How Integration Works

Integration with Terracotta DSO is implemented using Terracotta Integration Modules (TIMs), which are installed along with Terracotta clients on the application servers in a cluster. A TIM is a set of configuration elements packaged together as a single, includable module within the Terracotta configuration. Including a TIM in your project is as simple as adding one line to a configuration file.

In the following example, support for clustering Spring Security 2.0 with Terracotta DSO is achieved by adding the following line to the Terracotta configuration file:

<module name="tim-spring-security-2.0" />

Module Versions Are Optional Since the tim-get script finds the optimal version for the current installation of the Terracotta kit, module versions are optional.

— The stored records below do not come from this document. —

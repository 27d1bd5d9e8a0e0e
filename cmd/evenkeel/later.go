package main

import (
	"github.com/urfave/cli/v2"

	"evenkeel/pipeline"
)

// Commands whose names are promised and whose work comes with a later version.

func (s *session) reportCommand() *cli.Command {
	return later("report", "OUT", "rebuild the HTML report from the files in OUT (comes with a later version)")
}

func (s *session) clusterCommand() *cli.Command {
	return later("cluster", "DATASET OUT", "spread a cohort over a Slurm cluster (comes with a later version)")
}

func later(name, args, usage string) *cli.Command {
	return &cli.Command{
		Name: name, Usage: usage, ArgsUsage: args,
		Description: describe("Comes with a later version; this one does nothing and says so.", "evenkeel "+name+" "+args,
			codes(pipeline.ExitUsage).but(pipeline.ExitUsage, "always: the command comes with a later version")),
		Action: func(*cli.Context) error {
			return &pipeline.UsageError{Where: name, Message: "comes with a later version of evenkeel"}
		},
	}
}
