// image makes the image with text wherever the format has room for it: NIfTI-1 (nifti1.h) and
// NIfTI-2 (nifti2.h) name the places; RFC 1952 those of gzip.
func (m marks) image(where string, s *sailor, version int) []byte {
	zip := s.gzip
	s.gzip, s.header.Version = false, version
	sound := s.image()
	s.gzip = zip
	type room struct {
		name   string
		at, of int
	}
	rooms, header := []room{{"data_type", 4, 10}, {"db_name", 14, 18}, {"descrip", 148, 80}, {"aux_file", 228, 24}, {"intent_name", 328, 16}}, 348
	if version == 2 {
		rooms, header = []room{{"descrip", 240, 80}, {"aux_file", 320, 24}, {"intent_name", 508, 16}, {"unused_str", 525, 15}}, 540
	}
	b := slices.Clone(sound[:header])
	for _, r := range rooms {
		copy(b[r.at:r.at+r.of], m.at(where+": "+r.name))
	}
	// Extensions: a size (a multiple of 16), a code (2 DICOM, 6 a comment, 44 BIDS JSON), text.
	b = append(b, 1, 0, 0, 0)
	for _, code := range []uint32{2, 6, 44} {
		e := make([]byte, 64)
		binary.LittleEndian.PutUint32(e, uint32(len(e)))
		binary.LittleEndian.PutUint32(e[4:], code)
		copy(e[8:], fmt.Sprintf(`{"PatientName":"%s"}`, m.at(fmt.Sprintf("%s: extension %d", where, code))))
		b = append(b, e...)
	}
	if version == 2 {
		binary.LittleEndian.PutUint64(b[168:], uint64(len(b)))
	} else {
		binary.LittleEndian.PutUint32(b[108:], math.Float32bits(float32(len(b))))
	}
	b = append(b, sound[header+4:]...)
	if !zip {
		return b
	}
	var out bytes.Buffer
	w := gzip.NewWriter(&out)
	w.Name, w.Comment, w.Extra = m.at(where+": the name inside gzip"), m.at(where+": the comment inside gzip"), []byte(m.at(where+": the extra field of gzip"))
	w.Write(b)
	w.Close()
	return out.Bytes()
}
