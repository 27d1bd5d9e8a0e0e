package main

// Full disks, limits and users without rights, with the real causes. Mounting and
// another user need root.

import (
	"bytes"
	"errors"
	"fmt"
	"io/fs"
	"os"
	"os/exec"
	"path/filepath"
	"strings"
	"syscall"
	"testing"
	"time"

	"golang.org/x/sys/unix"
)

// asRoot skips the test for a user who may not do what it takes.
func asRoot(t *testing.T) {
	t.Helper()
	if os.Geteuid() != 0 {
		t.Skip("skipped: only root may mount a file system or become another user")
	}
}

// smallDisk mounts a file system in memory; the function changes its options.
func smallDisk(t *testing.T, options string) (dir string, remount func(options string)) {
	t.Helper()
	asRoot(t)
	dir = t.TempDir()
	err := unix.Mount("evenkeel", dir, "tmpfs", 0, options)
	if errors.Is(err, unix.EPERM) {
		t.Skip("skipped: this root may not mount a file system")
	} else if err != nil {
		t.Fatal(err)
	}
	t.Cleanup(func() {
		if err := unix.Unmount(dir, 0); err != nil {
			t.Error(err)
		}
	})
	return dir, func(options string) {
		t.Helper()
		if err := unix.Mount("evenkeel", dir, "tmpfs", unix.MS_REMOUNT, options); err != nil {
			t.Fatal(err)
		}
	}
}

// withoutTable is a finished output but for runs.tsv, which after a failure says so.
func (f finished) withoutTable(t *testing.T, out, when string) {
	t.Helper()
	for _, rel := range outputs(out) {
		switch {
		case isLeftover(rel):
			t.Errorf("%s: left %s", when, rel)
		case rel != "runs.tsv" && !bytes.Equal(f[rel], content(t, filepath.Join(out, rel))):
			t.Errorf("%s: %s is not the finished file", when, rel)
		}
	}
}

// A disk that is full at any stage: 74, with the file and the cause; what stands under a final name
// is whole; nothing hidden is left to fill the disk further; with room made, the same command
// completes.
func TestDiskIsFull(t *testing.T) {
	asRoot(t)
	dir := crewCohort(t, 2)
	for i, args := range [][]string{{"--motion", "volume", "--time", "sinc"}, {"--motion", "none"}} { // streamed, and in memory
		whole := process(t, dir, args...)
		want := finish(t, whole)
		var size int64
		for _, rel := range outputs(whole) {
			info, err := os.Stat(filepath.Join(whole, rel))
			if err != nil {
				t.Fatal(err)
			}
			size += info.Size()
		}
		for _, c := range []struct{ full, room string }{
			{fmt.Sprintf("size=%d", size/2), ""}, {fmt.Sprintf("size=%d", size*7/8), ""}, {"nr_inodes=12", "nr_inodes=1000"},
			{"size=4k", ""}, {"size=16k", ""}, {fmt.Sprintf("size=%d", size/4), ""}, {"nr_inodes=3", "nr_inodes=1000"},
		}[:7-4*i] {
			disk, remount := smallDisk(t, c.full)
			out := filepath.Join(disk, "out")
			when := fmt.Sprintf("%v %s", args, c.full)
			command := append([]string{"steady", dir, out, "--jobs", "2"}, args...)
			p := start(t, nil, command...)
			code, said := p.wait(), p.stderr.String()
			noTrace(t, said+p.stdout.String())
			if code != 74 || !strings.Contains(said, ": no space left on device") {
				t.Errorf("%s: %s", when, p)
			}
			// The message begins with the file, by a name that the user knows.
			for line := range strings.Lines(said) {
				if before, _, ok := strings.Cut(line, ": no space left"); ok && (!strings.Contains(before, "/") && !strings.Contains(before, "dataset_description.json") && !strings.Contains(before, "README") && !strings.Contains(before, "runs.")) {
					t.Errorf("%s: names no file: %s", when, line)
				}
				if strings.Contains(line, "/.") {
					t.Errorf("%s: names a hidden file: %s", when, line)
				}
			}
			want.withoutTable(t, out, when)
			if c.room == "" {
				c.room = "size=64m"
			}
			remount(c.room)
			if p := start(t, nil, command...); p.wait() != 0 {
				t.Errorf("%s, with room: %s", when, p)
			}
			want.same(t, out, when+", with room")
		}
	}
}

// A limit on the size of files (RLIMIT_FSIZE, as batch systems set it): 74, not the end by SIGXFSZ.
func TestFileSizeIsLimited(t *testing.T) {
	sh, err := exec.LookPath("sh")
	if err != nil {
		t.Fatal(err)
	}
	dir := crewCohort(t, 1)
	args := []string{"--motion", "volume", "--time", "sinc"}
	want := finish(t, process(t, dir, args...))
	for _, blocks := range []int{0, 2, 40, 160} { // of 512 bytes (POSIX, ulimit)
		out := filepath.Join(t.TempDir(), "out")
		command := append([]string{"steady", dir, out}, args...)
		p := start(t, func(c *exec.Cmd) {
			c.Args = append([]string{"sh", "-c", fmt.Sprintf(`ulimit -f %d; exec "$0" "$@"`, blocks), c.Path}, command...)
			c.Path = sh
		}, command...)
		code, said := p.wait(), p.stderr.String()
		noTrace(t, said)
		if code != 74 || !strings.Contains(said, "file too large") {
			t.Errorf("%d blocks: %s", blocks, p)
		}
		when := fmt.Sprintf("files of %d blocks", blocks)
		want.withoutTable(t, out, when)
		if p := start(t, nil, command...); p.wait() != 0 {
			t.Errorf("%s, without a limit: %s", when, p)
		}
		want.same(t, out, when+", without a limit")
	}
}

// nobody is the user without rights of every Linux (65534, the overflow id of the kernel).
const nobody = 65534

// open makes a place in which everybody may look around, with the program in it.
func openPlace(t *testing.T) (place, exe string) {
	t.Helper()
	asRoot(t)
	place, err := os.MkdirTemp("", "evenkeel")
	if err != nil {
		t.Fatal(err)
	}
	t.Cleanup(func() { os.RemoveAll(place) })
	if err := os.Chmod(place, 0o755); err != nil {
		t.Fatal(err)
	}
	exe = filepath.Join(place, "evenkeel")
	if err := os.WriteFile(exe, mustRead(t, program(t)), 0o755); err != nil {
		t.Fatal(err)
	}
	return place, exe
}

// A user without rights: OUT that cannot be written is 73, unless nothing has to be written; files
// and folders that cannot be read are told, and never taken for absent.
func TestUserWithoutRights(t *testing.T) {
	place, exe := openPlace(t)
	as := func(args ...string) *job {
		t.Helper()
		return start(t, func(c *exec.Cmd) {
			c.Path = exe
			c.Dir = "/"
			c.SysProcAttr = &syscall.SysProcAttr{Credential: &syscall.Credential{Uid: nobody, Gid: nobody}}
		}, args...)
	}
	fast := []string{"--motion", "none", "--time", "none"}
	steady := func(dir, out string, more ...string) []string {
		return append(append([]string{"steady", dir, out}, fast...), more...)
	}
	dir := filepath.Join(place, "raw")
	for _, sub := range []string{"01", "02"} {
		writeDataset(dir, newSailor().volumes(4).files("sub-"+sub+"/func/sub-"+sub+"_task-watch"))
	}
	mine := filepath.Join(place, "mine") // nobody's own
	if err := os.Mkdir(mine, 0o755); err != nil {
		t.Fatal(err)
	}
	give := func(name string) {
		t.Helper()
		filepath.WalkDir(name, func(p string, _ fs.DirEntry, err error) error {
			if err == nil {
				err = os.Lchown(p, nobody, nobody)
			}
			if err != nil {
				t.Fatal(err)
			}
			return nil
		})
	}
	give(mine)
	theirs := filepath.Join(place, "out") // root's
	if p := start(t, nil, steady(dir, theirs)...); p.wait() != 0 {
		t.Fatal(p)
	}
	half := filepath.Join(mine, "half") // their own, but for one folder
	copyTree(t, theirs, half)
	give(half)
	if err := os.Chown(filepath.Join(half, "sub-01/func"), 0, 0); err != nil {
		t.Fatal(err)
	}
	before := finish(t, theirs)
	image, side := filepath.Join(dir, "sub-01/func/sub-01_task-watch_bold.nii"), filepath.Join(dir, "sub-01/func/sub-01_task-watch_bold.json")
	for _, c := range []struct {
		name string
		args []string
		shut string // what nobody else may read or enter
		code int
		says string
	}{
		{"OUT in a folder of root's", steady(dir, filepath.Join(place, "new")), "", 73, "new: cannot be created: permission denied"},
		{"OUT of root's, up to date", steady(dir, theirs), "", 0, ""},
		{"OUT of root's", steady(dir, theirs, "--redo"), "", 73, "out/sub-01/func: cannot be created: permission denied"},
		{"OUT of root's, other settings", steady(dir, theirs, "--skip", "1"), "", 73, "cannot be created: permission denied"},
		{"OUT with a folder of root's", steady(dir, half, "--redo"), "", 73, "sub-01/func: cannot be created: permission denied"},
		{"an image", steady(dir, filepath.Join(mine, "a")), image, 74, "sub-01/func/sub-01_task-watch_bold.nii: reading the header: permission denied"},
		{"an image, survey", []string{"survey", dir}, image, 74, "sub-01/func/sub-01_task-watch_bold.nii: reading the header: permission denied"},
		{"a sidecar", steady(dir, filepath.Join(mine, "b")), side, 74, "sub-01/func/sub-01_task-watch_bold.json: reading: permission denied"},
		{"a folder of images", steady(dir, filepath.Join(mine, "c")), filepath.Join(dir, "sub-01/func"), 3, "sub-01/func: a folder that cannot be read: permission denied"},
		{"a folder of images, survey", []string{"survey", dir}, filepath.Join(dir, "sub-01/func"), 3, "sub-01/func: a folder that cannot be read: permission denied"},
		{"a subject", []string{"survey", dir}, filepath.Join(dir, "sub-02"), 3, "sub-02: a folder that cannot be read: permission denied"},
		{"the dataset", []string{"survey", dir}, dir, 66, "permission denied"},
		{"the dataset, steady", steady(dir, filepath.Join(mine, "d")), dir, 66, "permission denied"},
		{"the description", []string{"survey", dir}, filepath.Join(dir, "dataset_description.json"), 0, "dataset_description.json"},
		{"a settings file", steady(dir, filepath.Join(mine, "e"), "--settings", exe+".json"), "", 64, "evenkeel.json"},
		{"audit of what cannot be read", []string{"audit", theirs, "--dataset", dir}, filepath.Join(theirs, "sub-01/func"), 4, "unreadable: sub-01/func: found permission denied"},
	} {
		if c.shut != "" {
			info, err := os.Stat(c.shut)
			if err != nil {
				t.Fatal(err)
			}
			if err := os.Chmod(c.shut, 0); err != nil {
				t.Fatal(err)
			}
			defer os.Chmod(c.shut, info.Mode())
		}
		p := as(c.args...)
		code, said := p.wait(), p.stderr.String()+p.stdout.String()
		noTrace(t, said)
		if code != c.code || !strings.Contains(said, c.says) {
			t.Errorf("%s: want exit %d and %q: %s", c.name, c.code, c.says, p)
		}
		if c.shut != "" {
			os.Chmod(c.shut, 0o755)
		}
	}
	before.same(t, theirs, "a user without rights")
	if left := outputs(filepath.Join(mine, "d")); len(left) > 0 {
		t.Errorf("left: %v", left)
	}
}

// An input that vanishes, is cut short, grows or is written anew while its run is worked on is found,
// by each run itself; the others of the cohort are done.
func TestInputChangesMidRun(t *testing.T) {
	image := theRun + "_bold.nii"
	routes := [][]string{{"--order", "time-first"}, {"--motion", "volume", "--time", "sinc"}} // in memory, and streamed
	for name, change := range map[string]func(full string) error{
		"vanishes":      os.Remove,
		"is cut short":  func(full string) error { return os.Truncate(full, 5000) },
		"grows":         func(full string) error { return os.Truncate(full, 1<<20) },
		"becomes empty": func(full string) error { return os.Truncate(full, 0) },
		"is rewritten": func(full string) error {
			data, err := os.ReadFile(full)
			if err != nil {
				return err
			}
			data[len(data)-2] ^= 1
			return os.WriteFile(full, data, 0o644)
		},
		"becomes a pipe": func(full string) error {
			if err := os.Remove(full); err != nil {
				return err
			}
			return unix.Mkfifo(full, 0o644)
		},
	} {
		these := routes
		if name != "vanishes" && name != "is cut short" {
			these = these[1:] // one of them will do
		}
		for _, args := range these {
			dir := crewCohort(t, 2)
			out := filepath.Join(t.TempDir(), "out")
			p := start(t, nil, append([]string{"steady", dir, out, "--jobs", "1"}, args...)...)
			for !held(filepath.Join(out, "sub-01/func/.sub-01_task-watch.lock")) {
				select {
				case <-p.ended:
					t.Fatalf("%s: no lock was seen: %s", name, p)
				default:
				}
			}
			time.Sleep(10 * time.Millisecond) // into the estimate
			p.cmd.Process.Signal(syscall.SIGSTOP)
			if err := change(filepath.Join(dir, image)); err != nil {
				t.Fatal(err)
			}
			p.cmd.Process.Signal(syscall.SIGCONT)
			code, said := p.wait(), p.stderr.String()
			noTrace(t, said)
			// One run is refused, one is done.
			if code != 3 || !strings.Contains(said, "evenkeel: input-changed: "+image) {
				t.Errorf("%s %v: %s", name, args, p)
			}
			if left := outputs(filepath.Join(out, "sub-01")); len(left) > 0 {
				t.Errorf("%s: left %v", name, left)
			}
			if done := outputs(filepath.Join(out, "sub-02")); len(done) == 0 {
				t.Errorf("%s: the other run is not there", name)
			}
		}
	}
}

While a Terracotta configuration file resides with a Terracotta server instance, TIMs are never installed on Terracotta server instances. This is because applications are never integrated with Terracotta server instances, only with Terracotta clients. Terracotta clients get their TIM configurations when they fetch the Terracotta configuration file from a Terracotta server instance or by having their own Terracotta configuration files.

TIMs are available for many software products. The easiest and most efficient way to download and install TIMs is through the tim-get.

You can view the full complement of TIMs in any of the following ways:

• See the Terracotta Forge
• Run tim-get.sh list to see top-level TIMs available to the current installation of Terracotta.
• Run tim-get.sh list --all to see all TIMs available to the current installation of Terracotta.

For the latest certified versions of platforms, including types and versions of JDKs, see the platforms page.

The Terracotta Toolkit

For certain TIMs, the Terracotta Toolkit is installed as a dependency. You must put the Terracotta Toolkit JAR, terracotta-toolkit-<API version>-<version> (open source) or terracotta-toolkit-<API version>-ee-<version> (Enterprise Edition), on your application's classpath.

Installing Both Open Source and Enterprise Edition TIMs If you install both open-source TIMs and Enterprise Edition TIMs, then you must specify both types of Terracotta Toolkit JARs in the Terracotta configuration file. For example, if you want to install tim-tomcat-6.0 and tim-ehcache-2.x-ee, then specify the following: <modules> <module group-id="org.terracotta.toolkit" name="terracotta-toolkit-1.2" /> <module group-id="org.terracotta.toolkit" name="terracotta-toolkit-1.2-ee" /> <module name="tim-tomcat-6.0" /> <module name="tim-ehcache-2.x-ee" /> <!-- Other TIMs here. --> </modules> The Terracotta Toolkit API version available for your Terracotta kit may be different than the one shown in this example.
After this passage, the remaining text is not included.